This is a not-so-regular seminar on any topics related to Cluster Algebras at Tohoku University.
Speaker nominations are welcome!
(Since April 2023)
Venue and Time:
In person (hybrid): normally Monday 14:00 -- 15:30 (JST) @ Tohoku University, Aobayama Campus, Mathematics building 517 (H-31 in the map)
Online: Monday (flexible time)
Mailing List:
Schedules, Zoom information, etc. are announced via Mailing List.
For registration, please contact: Shunsuke Kano (s.kano[at]tohoku.ac.jp)
Junya Yagi (Tsinghua University, Yau Mathematical Sciences Center)

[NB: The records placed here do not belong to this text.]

@pytest.mark.parametrize("name", NAMES)
def test_the_blank(name: str) -> None:
    second, blank = _second(name), blank_of(_chain(name))
    assert blank.diameter == _near(second.blank)
    assert blank.volume == _near(second.volume)
    assert blank.formed_diameter == _near(2 * second.edge[0])
    # A meridian keeps its length, so the sheet on the mould is as long as the released face.
    length = _arc_length(second.rim, second.focal) + second.job.forming.trim_allowance
    assert blank.developed_length == _near(2 * length)
    if second.job.forming.process != "spinning":
        assert blank.clamp_opening == _near(second.opening)
        assert blank.depth_of_draw == _near(second.draw)


@pytest.mark.parametrize("name", NAMES)
def test_the_thickness_of_the_part(name: str) -> None:
    second, blank = _second(name), blank_of(_chain(name))
    hole = mp.mpf(second.job.reflector.hole_diameter) / 2
    labels = [hole + (second.rim - hole) * number / 4 for number in range(5)]
    values = [second.thickness(second.on_mould(label)) for label in labels]
    thinnest = values.index(min(values))
    # All three laws rise or fall all the way, so the thinnest place is an end, or everywhere, then told of the hole.
    assert thinnest in {0, 4}
    assert blank.thinnest == _near(values[thinnest])
    assert blank.thinnest_radius == _near(labels[thinnest])
    assert blank.rim_thickness == _near(values[-1])


@pytest.mark.parametrize("name", NAMES)
def test_the_rim_of_the_part(name: str) -> None:
    second, chain = _second(name), _chain(name)
    rim, place = rim_of(chain), second.on_mould(second.rim)
    slope = _slope(second.rim, second.focal)
    outside = 2 * (second.rim + second.thickness(place) * mp.sin(slope))
    assert rim.outside_diameter == _near(outside)
    assert rim.slope == _near(slope)
    assert hoop_strain(chain).rim == _near(second.rim / place[0] - 1)
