"""From the rows of an entry to the entry; what is wrong goes to the file's faults."""

import math
from collections.abc import Callable, Mapping, Sequence
from dataclasses import dataclass, field
from typing import Any, Final

import numpy as np

from containment.errors import InputError
from containment.given.tables.entries import DriveEntry, GrainEntry, LiquidEntry, Property
from containment.given.tables.faults import Faults, shown
from containment.given.tables.laws import LAWS
from containment.given.tables.rows import Row
from containment.given.tables.units import factor_of, number_of, ratio_of, temperature_of

__all__ = ["GRAIN_FIELDS", "HAZARD_TOPICS", "LIQUID_PROPERTIES", "RHEOLOGY_MODELS", "build"]

HAZARD_TOPICS: Final = (
    "flammable", "toxic", "corrosive", "irritant", "slippery", "hot", "sticky", "environment", "reactive", "dust explosion",
    "inhalation", "static", "table",
)  # fmt: skip
"""Topics that a hazard may have; its row reads ``topic: sentence``."""

LIQUID_PROPERTIES: Final = {
    # field: (kinds of unit that state it, least, most), SI
    "density": (("density",), 1.0, 3e4),
    "viscosity": (("viscosity", "kinematic viscosity"), 1e-6, 1e6),
    "surface_tension": (("surface tension",), 1e-5, 10.0),
    "vapour_pressure": (("pressure",), 0.0, 1e7),
}
"""Properties of a liquid."""

RHEOLOGY_MODELS: Final = {
    "maxwell": ("viscosity", "relaxation"),
    "jeffreys": ("viscosity", "relaxation", "retardation"),
    "kelvin-voigt": ("viscosity", "modulus"),
    "carreau": ("zero_shear", "infinite_shear", "time", "index"),
    "cross": ("zero_shear", "infinite_shear", "time", "exponent"),
    "power-law": ("consistency", "index"),
    "herschel-bulkley": ("yield_stress", "consistency", "index"),
}
"""Models of a liquid that is not Newtonian and their parameters in SI, as the physics names them."""

GRAIN_FIELDS: Final = {
    # field: (kind of unit, least, most), SI
    "bulk_density": ("density", 1.0, 3e4),
    "particle_density": ("density", 1.0, 3e4),
    "d10": ("length", 1e-8, 1.0),
    "d50": ("length", 1e-8, 1.0),
    "d90": ("length", 1e-8, 1.0),
    "angle_of_repose": ("angle", 0.01, 1.57),
    "wall_friction": ("ratio", 0.0, 5.0),
    "unconfined_yield_strength": ("pressure", 0.0, 1e7),
}
"""Numbers of a granular material."""

_DRIVE_FIELDS: Final = {
    "max_stroke": "length",
    "max_velocity": "velocity",
    "max_acceleration": "acceleration",
    "max_force": "force",
    "moving_mass": "mass",
}
_TEXTS: Final = {
    "liquid": ("title", "synonym", "hazard", "note", "flash_point", "vapour_pressure_note", "rheology"),
    "grain": ("title", "synonym", "hazard", "note"),
    "drive": ("title", "synonym", "note", "source", "frequency_range"),
}
_MANY: Final = ("synonym", "hazard", "note")
_YES_NO: Final = {"yes": True, "true": True, "no": False, "false": False}


@dataclass(slots=True)
class _Fields:
    """The rows of one entry by field, and the faults of the file."""

    kind: str
    name: str
    faults: Faults
    origin: str
    line: int
    one: dict[str, Row] = field(default_factory=dict)
    many: dict[str, list[Row]] = field(default_factory=dict)

    def texts(self, name: str) -> tuple[str, ...]:
        return tuple(row.value for row in self.many.get(name, ()))

    def text(self, name: str, default: str = "") -> str:
        return self.one[name].value if name in self.one else default

    def guarded(self, row: Row, column: str, read: Callable[[str], Any], text: str) -> Any:
        """Return what `read` makes of the text, or None with the fault noted."""
        try:
            return read(text)
        except InputError as error:
            self.faults.add(row.line, column, str(error))
            return None


def build(rows: Sequence[Row], faults: Faults, *, origin: str) -> LiquidEntry | GrainEntry | DriveEntry | None:
    """Return the entry that rows of one kind and name describe, or None where faults were noted.

    Parameters
    ----------
    rows : sequence of Row
        At least one.
    faults : Faults
        Gets what is wrong.
    origin : str
        File that the rows come from.
    """
    before = len(faults.found)
    first = rows[0]
    fields = _Fields(first.kind, first.name, faults, origin, first.line)
    properties: Mapping[str, Any] = {"liquid": LIQUID_PROPERTIES, "grain": GRAIN_FIELDS, "drive": _DRIVE_FIELDS}[first.kind]
    allowed = (*properties, *_TEXTS[first.kind])
    for row in rows:
        if row.field not in allowed:
            faults.add(row.line, "field", f"{shown(row.field)} is not a field of a {row.kind}; expected {', '.join(allowed)}")
        elif not row.value:
            faults.add(row.line, "value", f"the {row.field} of {shown(row.name)} is empty")
        elif row.field in _MANY:
            fields.many.setdefault(row.field, []).append(row)
        elif row.field in fields.one:
            faults.add(row.line, "field", f"{row.field} of {shown(row.name)} is there twice (first in line {fields.one[row.field].line})")
        else:
            fields.one[row.field] = row
    for row in fields.many.get("hazard", ()):
        topic, colon, sentence = row.value.partition(": ")
        if topic not in HAZARD_TOPICS or not colon or not sentence.strip():
            faults.add(row.line, "value", f"{shown(row.value)} is not 'topic: sentence' with a topic of {', '.join(HAZARD_TOPICS)}")
    made = {"liquid": _liquid, "grain": _grain, "drive": _drive}[first.kind](fields)
    return made if len(faults.found) == before else None
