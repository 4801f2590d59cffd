import { ChangeDetectionStrategy, Component, computed, inject, signal } from '@angular/core';
import { FormControl, FormGroup, ReactiveFormsModule } from '@angular/forms';
import { Router, RouterLink } from '@angular/router';
import * as z from 'zod';
import { changePasswordRequestSchema } from '../../../shared/contracts/accounts';
import { Api } from '../core/api';
import { ApiProblem } from '../core/api-problem';
import { Preferences, Theme } from '../core/preferences';
import { Session } from '../core/session';
import { placesFor } from '../core/shell/places';
import { contractErrors, fieldError } from '../ui/field-error/contract-errors';
import { FieldError } from '../ui/field-error/field-error';
import { NoticeBoard } from '../ui/notices/notice-board';

const THEMES: readonly { readonly value: Theme; readonly name: string }[] = [
  { value: 'system', name: 'As the system' },
  { value: 'light', name: 'Light' },
  { value: 'dark', name: 'Dark' },
];

/** One's own account: who one is, how pages look on this device, the password, and the way out. */
@Component({
  selector: 'tm-account',
  changeDetection: ChangeDetectionStrategy.OnPush,
  imports: [ReactiveFormsModule, RouterLink, FieldError],
  templateUrl: './account.html',
  styleUrl: './account.scss',
})
export class AccountPage {
  private readonly api = inject(Api);
  private readonly router = inject(Router);
  private readonly notices = inject(NoticeBoard);
  protected readonly session = inject(Session);
  protected readonly preferences = inject(Preferences);
  protected readonly themes = THEMES;
  /** Places the phone's bar has no room for. */
  protected readonly morePlaces = computed(() => placesFor(this.session.roles()).slice(4));

  protected readonly busy = signal(false);
  protected readonly problem = signal<string | null>(null);
  private readonly errors = signal<Readonly<Record<string, string>>>({});
  protected readonly form = new FormGroup({
    current: new FormControl('', { nonNullable: true }),
    next: new FormControl('', { nonNullable: true }),
  });

  protected error(field: string): string | null {
    return fieldError(this.errors(), field);
  }

  protected changePassword(): void {
    if (this.busy()) return;
    const parsed = changePasswordRequestSchema.safeParse(this.form.getRawValue());
    this.errors.set(contractErrors(parsed));
    this.problem.set(null);
    if (!parsed.success) return;
    this.busy.set(true);
    this.api.put('/account/password', parsed.data, z.unknown()).subscribe({
      next: () => {
        this.busy.set(false);
        this.form.reset();
        this.notices.done('Password changed. Other places you were signed in are signed out.');
      },
      error: (error: unknown) => {
        this.busy.set(false);
        this.problem.set(ApiProblem.from(error).words);
      },
    });
  }

  protected signOut(): void {
    this.session.signOut().subscribe({
      next: () => void this.router.navigateByUrl('/sign-in'),
      error: (error: unknown) => this.notices.problem(ApiProblem.from(error).words),
    });
  }
}
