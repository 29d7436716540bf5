"""Published or simulated critical values as data, each with its provenance; none needed yet."""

Sep. 1 (Mon), 14:00--15:30 (JST), Online
Title: Cluster algebras and the tetrahedron equation
Abstract: Solutions of Zamolodchikov's tetrahedron equation define integrable 3D lattice models in statistical mechanics, just as solutions of the Yang-Baxter equation define integrable 2D lattice models. I will review my joint work with Xiaoyue Sun, Rei Inoue, Atsuo Kuniba and Yuji Terashima on the construction of solutions of the tetrahedron equation using quantum cluster algebras. Time permitting, I will also explain how these solutions are related to 3D supersymmetric gauge theories.
2025
Changyu Zhou (Tohoku University)
Jul. 14 (Mon), 14:00--15:30 (JST), Online
Title: Quasi-Homogeneous Integrable Systems: Free Parameters, Kovalevskaya Exponents, and the Painlevé Property
Abstract: This work explores quasi-homogeneous integrable systems, focusing on their resonance condition, Frobenius manifold structure, and Hamiltonian nature. Motivated by Kovalevskaya exponents in four-dimensional Painlevé equations, we derive an arithmetic resonance condition governing the emergence of fractional powers and the breakdown of the Painlevé property. We construct a Frobenius manifold structure on the parameter space, which becomes conformal when the weights coincide. Furthermore, we show that the induced flow preserves a symplectic form and deduce the pairing property of the Kovalevskaya exponents. Additionally, we clarify the interaction between the deformation and original flow exponents via the parameter space, revealing a structural link between their singularity behaviors. These results advance the understanding of deformation theory and singularity structures in integrable systems.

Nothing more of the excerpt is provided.